Study: Immigrants don't take jobs from native-born Americans

Thursday, September 22, 2016
A new study finds that immigrant employment generally does not take jobs away from native-born Americans.
A new study finds that immigrant employment generally does not take jobs away from native-born Americans.
KABC-KABC

At a time when immigration issues have taken center stage in the presidential campaign, a study finds that an influx of new immigrants generally does not take jobs or wages away from most native-born Americans.

The study from the National Academies of Sciences, Engineering and Medicine found that immigration generally had a positive impact overall on the U.S. economy.

"The panel's comprehensive examination revealed many important benefits of immigration - including on economic growth, innovation, and entrepreneurship - with little to no negative effects on the overall wages or employment of native-born workers in the long term," said Francine D. Blau, chair of the panel that conducted the study and a professor at Cornell University.

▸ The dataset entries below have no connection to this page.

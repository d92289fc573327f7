import "server-only";
import { listQueuedJobs, listStaffBenchWeeks, saveBenchWeek } from "@/db/queries/schedule";
import { transaction } from "@/db/transaction";
import {
  ASSUMED_BENCH_WEEK,
  forecastTurnaround,
  type BenchWeek,
  type ForecastTechnician,
  type JobForecast,
} from "@/lib/engine/forecast/turnaround";
import type { BenchWeekValues } from "@/lib/validation/bench-week";
import { BENCH_WEEK_FIELDS } from "@/lib/validation/bench-week";
import { audit } from "../audit";
import { AppError } from "../errors";
import { dayInZone } from "@/lib/engine/dates";
import { shopTimeZone } from "./shop";

/** Today as a calendar day where the shop works, in its time zone. */
async function shopToday(now = new Date()): Promise<string> {
  return dayInZone(now, await shopTimeZone());
}

function asWeek(minutes: number[] | undefined): BenchWeek | null {
  if (!minutes || minutes.length !== 7 || minutes.some((m) => !Number.isFinite(m) || m < 0)) return null;
  return minutes as unknown as BenchWeek;
}

/** Staff who count for the bench: technicians (the assumed week until the office sets theirs) and anyone whose week is set. */
export async function benchStaff() {
  const staff = await listStaffBenchWeeks();
  return staff.map((s) => {
    const set = asWeek(s.week?.minutes);
    const week = set ?? (s.role === "technician" ? ASSUMED_BENCH_WEEK : ([0, 0, 0, 0, 0, 0, 0] as const));
    return { id: s.id, name: s.name, role: s.role, assumed: !set, week, daysOff: s.week?.daysOff ?? [] };
  });
}

export async function shopForecast(now = new Date()) {
  const [staff, queued, today] = await Promise.all([benchStaff(), listQueuedJobs(), shopToday(now)]);
  const technicians: ForecastTechnician[] = staff
    .filter((s) => s.week.some((m) => m > 0))
    .map((s) => ({ id: s.id, week: s.week, daysOff: s.daysOff }));
  const forecast = forecastTurnaround({
    today,
    technicians,
    jobs: queued.map((j) => ({
      id: j.id,
      minutesLeft: j.minutes,
      queuedAt: new Date(j.queued_at).toISOString(),
      warranty: j.is_warranty,
      started: j.state === "on_bench" || j.state === "bench_revision",
      technicianId: j.technician_id,
    })),
  });
  return { ...forecast, queuedMinutes: queued.reduce((sum, j) => sum + j.minutes, 0), jobsWaiting: queued.length };
}

export type OwnerForecast =
  | { kind: "on-bench" }
  | { kind: "waiting"; position: number; ahead: number; startDay: string; endDay: string; awaitingDeposit: boolean }
  | { kind: "unknown" };

/** What the set owner is told about their job's place in the queue; null when the job is not waiting for the bench. */
export async function ownerForecast({ jobId, state }: { jobId: string; state: string }): Promise<OwnerForecast | null> {
  if (state === "on_bench" || state === "bench_revision") return { kind: "on-bench" };
  if (state !== "approved" && state !== "deposit_paid") return null;
  const f = await shopForecast();
  const mine = f.jobs.find((j: JobForecast) => j.id === jobId);
  if (!mine || mine.startDay === null) return { kind: "unknown" };
  return {
    kind: "waiting",
    position: mine.position,
    ahead: mine.position - 1,
    startDay: mine.startDay,
    endDay: mine.endDay,
    awaitingDeposit: state === "approved",
  };
}

export async function setBenchWeek({ input, actorId }: { input: BenchWeekValues; actorId: string }) {
  const staff = await listStaffBenchWeeks();
  const person = staff.find((s) => s.id === input.userId);
  if (!person) throw new AppError("not_found", "That member of staff was not found or is deactivated.");
  const minutes = BENCH_WEEK_FIELDS.map((f) => Math.round(input[f] * 60));
  await transaction(async (ctx) => {
    const before = await saveBenchWeek(ctx, { userId: input.userId, minutes, daysOff: input.daysOff, actorId });
    await audit(ctx, {
      actorId,
      action: "staff.bench-week",
      entity: "user",
      entityId: input.userId,
      before: before ? { minutes: before.minutes, daysOff: before.daysOff } : null,
      after: { minutes, daysOff: input.daysOff },
    });
  });
  return { ok: true as const };
}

The study did find some drawbacks in the economic impacts of immigration.

It found that new immigrants may take some jobs or wages away from an earlier generation of immigrants, as well as from some native-born high-school dropouts and teen workers.

It also found that new immigrants generally have a negative impact on the budgets of state and local governments - primarily because of the cost of public education for their children compared to their own lower wages.

But it also found that those children, once they are educated and enter the U.S. workforce, become greater contributors to the economy and tax revenue than their parents as well as the rest of the native-born population.